株式会社INDETAIL 代表取締役 坪井 大輔

北海道科学大学 開学50周年記念シンポジウム02
北海道の地方都市における課題の本質として、ミッション無きパブリックマネジメントを掲げました。今後地方都市は、新たなミッションを再定義しなければならないこと、いまの北海道は、ターンアラウンド(事業再生)ではなくリバイバル(変革)が必要であると自論を展開。そして「リバイバルはベンチャー企業が起こす。つまりベンチャーや起業家となる人材の育成が地方都市の発展につながる」と訴えました。

北海道科学大学 開学50周年記念シンポジウム04
代表・坪井の発言が終わると拍手が起こり、ベンチャーの力で地方都市を元気にしたいという坪井の熱い想いが伝わったのではないかと思います。

北海道科学大学 未来デザイン学部 4年生 吉尾さん

在学生代表として参加された吉尾さんは、「今日は勉強させてもらいます!」と元気良く意気込みを語り、今回のテーマに関して調べてきた内容として、高齢者の労働人口数値や労働意欲について語り、本日のディスカッションではそのような数値を踏まえて皆さんのお話を聞いていきたいと自己紹介をされました。

学校法人北海道科学大学 理事長 苫米地 司氏

北海道科学大学の生徒の例を紹介し「科学」を理系だと捉えている人が多い、という問題提起をされました。また、北海道科学大学グループがこの先50年後の創立100周年に向けて、学ぶ学生や地域社会に対する「約束」を法人全体で共有し、誰もが同じ想いで活動を続けるための指標として「ブランドアクションブック」を紹介し、ビジョンの実現に向けた取り組みを行っていることについてお話しいただきました。
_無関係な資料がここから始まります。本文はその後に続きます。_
def test_trend_by_hand():
    # yearly heat days 3 + (year - 2000) = 3, 4, ..., 12: exactly 10 days per decade, zero standard error
    years = np.arange(2000, 2010)
    n = (3 + (years - 2000)).astype(int)
    level = np.concatenate([np.r_[np.ones(k, int), np.zeros(365 - k, int)] for k in n])
    yrs = np.repeat(years, 365)
    ann = screening.annual_counts(yrs, np.ones(yrs.size, bool), level, np.zeros(yrs.size, bool))
    assert ann.watch_days.tolist() == n.tolist()
    t = screening.annual_trend(ann)
    assert t.heat_days_per_decade == pytest.approx(10.0)
    assert t.heat_days_per_decade_se == pytest.approx(0.0, abs=1e-9)
    assert t.years_used == 10
    short = screening.annual_counts(yrs[:365 * 4], np.ones(365 * 4, bool), level[:365 * 4], np.zeros(365 * 4, bool))
    assert screening.annual_trend(short).heat_days_per_decade is None
    assert screening.annual_trend(ann, typical_year=True).heat_days_per_decade is None


@pytest.mark.parametrize("text", ["13-2", "0-5", "5-", "may-sep", "1-2-3", ""])
def test_bad_month_ranges(text):
    with pytest.raises(InputError, match="month range"):
        screening.parse_months(text)


def test_options_validation():
    assert screening.parse_months("11-2") == (11, 2)
    assert screening.parse_months("7") == (7, 7)
    with pytest.raises(InputError, match="after"):
        screening.ScreenOptions(start=dt.date(2020, 5, 1), end=dt.date(2020, 4, 1)).validate()
    with pytest.raises(InputError, match="YYYY-MM-DD"):
        screening.parse_date("2020-02-30", "--from")
    with pytest.raises(InputError, match="^watch_fraction"):  # a field; the command line names its option
        screening.ScreenOptions(watch_fraction=1.2).validate()
    with pytest.raises(InputError, match="^warming"):
        screening.ScreenOptions(warming_K=25.0).validate()
    with pytest.raises(InputError, match="^neutral_override"):
        screening.ScreenOptions(neutral_override_C=75.0).validate()


# --------------------------------------------------------------------------
# Glue: sections through a test double of the Assessor
# --------------------------------------------------------------------------

#: Stability figures of the test double, per ballast state (invented round numbers for hand work).
STAB = {
    "consolidated": SimpleNamespace(allowable_rise_K=30.0, lower_critical_rise_K=40.0, upper_critical_rise_K=60.0,
                                    response="snap-through"),
    "partial": SimpleNamespace(allowable_rise_K=18.0, lower_critical_rise_K=25.0, upper_critical_rise_K=45.0,
                               response="snap-through"),
    "disturbed": SimpleNamespace(allowable_rise_K=12.0, lower_critical_rise_K=None, upper_critical_rise_K=15.0,
                                 response="progressive"),
}


class FakeAssessor:
    """Stands in for trackplan.assess.Assessor: a given daily series, fixed stability figures."""

    def __init__(self, daily: pd.DataFrame, typical_year=False):
        self.daily_df = daily
        self.typical_year = typical_year
        self.stability_calls = 0

    def daily(self, section):
        return self.daily_df, {"typical_year": self.typical_year, "station": "test"}, "key"

    def stability(self, section, ballast=None):
        self.stability_calls += 1
        return STAB[ballast or section.ballast]

    def longitudinal_resistance(self, section):
        return R


def _daily(start, tmax, tmin=None):
    idx = pd.date_range(start, periods=len(tmax), freq="D", name="date")
    tmin = np.full(len(tmax), 10.0) if tmin is None else tmin
    return pd.DataFrame({"rail_max_C": tmax, "rail_min_C": tmin, "air_max_C": np.nan, "air_min_C": np.nan},
                        index=idx)


def _section(tmp_path, extra="", events=""):
    (tmp_path / "clim.csv").write_text("placeholder\n")
    (tmp_path / "s.toml").write_text(f"""
[defaults]
rail = "60E1"
youngs_modulus = "210 GPa"
alpha = "1.15e-5 1/K"
drift_allowance = "5 K"
[sections.T-1]
climate = "clim.csv"
latitude = 45.0
longitude = 5.0
neutral_temperature = "27 degC"
neutral_date = 2020-01-05
{extra}
{events}
""")
    sf = load_sections(tmp_path / "s.toml", today=dt.date(2026, 1, 1), strict=True)
    return sf.sections[0]


def test_section_with_destress_and_tamping(tmp_path):
    events = """
[[sections.T-1.events]]
date = 2020-01-04
kind = "tamping"
recovery_days = 4
[[sections.T-1.events]]
date = 2020-01-08
kind = "destress"
neutral_temperature = "35 degC"
"""
    sec = _section(tmp_path, events=events)
    # 10 days from 2020-01-01, rail max 46 degC every day, day 3 missing
    tmax = np.full(10, 46.0)
    tmax[2] = np.nan
    fa = FakeAssessor(_daily("2020-01-01", tmax))
    s = screening.Screener(fa).screen(sec)
    # neutral less drift: 22 degC until 01-07, 30 degC from the destressing on 01-08 -> rise 24 K, then 16 K.
    # Track: tamping 01-04 with 4 days: x = 0, 1/4, 1/2, 3/4 on 01-04..01-07 (knots 12/18/30 K):
    # allowable 12, 15, 18, 24 K; critical knots 15 (upper, progressive), 25, 40 K: 15, 20, 25, 32.5 K.
    # 01-01, 01-02: rise 24 >= 0.8*30 -> watch; 01-03 missing; 01-04: 24 >= 15 -> critical;
    # 01-05: 24 >= 20 -> critical; 01-06: 24 >= 18 restrict (< 25); 01-07: 24 >= 24 restrict (< 32.5);
    # 01-08..01-10: rise 16 < 24 -> none.
    assert s.heat_days_by_level == {"watch": 2, "restrict": 2, "critical": 2}
    assert s.missing_days == 1 and s.screened_days == 9
    assert s.disturbed_days == 4
    f = s.flagged
    assert [str(d) for d in f.date] == ["2020-01-01", "2020-01-02", "2020-01-04", "2020-01-05", "2020-01-06",
                                        "2020-01-07"]
    assert f.level.tolist() == ["watch", "watch", "critical", "critical", "restrict", "restrict"]
    assert f.allowable_rise_K == pytest.approx([30.0, 30.0, 12.0, 15.0, 18.0, 24.0])
    assert f.neutral_temperature_C == pytest.approx([22.0] * 6)
    assert s.worst_day.date == dt.date(2020, 1, 4) and s.worst_day.margin_K == pytest.approx(-12.0)
    assert s.heat_neutral_temperature_C == pytest.approx(30.0) and s.cold_neutral_temperature_C == pytest.approx(35.0)
    assert any("before the neutral date 2020-01-05" in n for n in s.notes)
「北海道がより発展、成長していくには何が必要か、どうすれば良いのか」

ここからは「北海道がより発展、成長していくには何が必要か、どうすれば良いのか」をテーマに、手嶋氏が「フロンティアスピリッツが重要である」と断言したのを皮切りに、パネリストたちが熱い議論を交わしました。

アミノアップ化学:小砂氏

  • 全道の大学に呼びかけをしている
  • 金融面人材面で支援していこうとしている
  • 北海道は廃業率が高く、開業率が低いことが問題である(そして北海道のGDPの図を表示)
  • なぜGDPが減っていると思いますか?と会場に問いかけた
  • 北海道のGDPが減っている理由は、単に公共事業が減っているからと端的に言い切る
  • 若者たちが活気を持って、起業やベンチャーなど新たな事業を生み出していくことが重要=「ニューフロンティア精神」
  • その事業化を具体的にするため支援をしていくと意気込みを語る

INDETAIL:坪井

北海道科学大学 開学50周年記念シンポジウム 坪井大輔

  • ベンチャーにこそ投資をすべき
  • そして大学からその起業家を育成すべき
  • いまは社会インフラと経済インフラに距離がある
  • その距離をぐっと縮めていくことが重要である
  • 小松建設:小松氏

    • 伊達でのベンチャースピリットここにあり というお話を紹介
    • 伊達市の道の駅のユースケースを解説
    • 国に依存することなく、産学連携でメイドイン北海道を全国・世界へ輸出
    • 国からの補助金頼りの施作が北海道経済の歴史だが、自分たちでコツコツやることが今必要である

    手嶋氏

    • 人的な投資が必要、これは実は世界的な研究成果が出ている
    • 例として、日本の経済産業省
    • 経済産業省はさまざまな産業に投資をしている
    • しかし経済産業省(通産省)は、本当の役割を果たしていない
    • 通産省の歴史上、ひとつだけ産業に投資していない分野がある
    • それは、印刷産業
    • しかし、結果世界的に成長し、結果的に印刷産業は日本が世界一
    • 新しいマーケットをどう作り出していくのか それが重要なのである!
    • お役所はただひたすら「邪魔をしないでいただきたい」
    • お役所は新たなマーケットを切り開く、単にこのことに賛同し支援してほしい
    • 例としてひとつあげる
    • 『クロネコヤマトの宅急便』の生みの親である小倉昌男さんは、戦後の日本に真の新たな役割を与えた英雄
    • クロネコヤマトは今日の日本になくてはならない産業と市場を作り出した
    • 新しい未来を創り出す力が今求められている

    北海道科学大学:苫米地学長

    最後にまとめとして、官依存から脱却した民力の活性化が重要であると締めくくり、2時間20分におよぶ『北海道科学大学開学50周年シンポジウム』は、盛大な拍手をもって無事終了いたしました。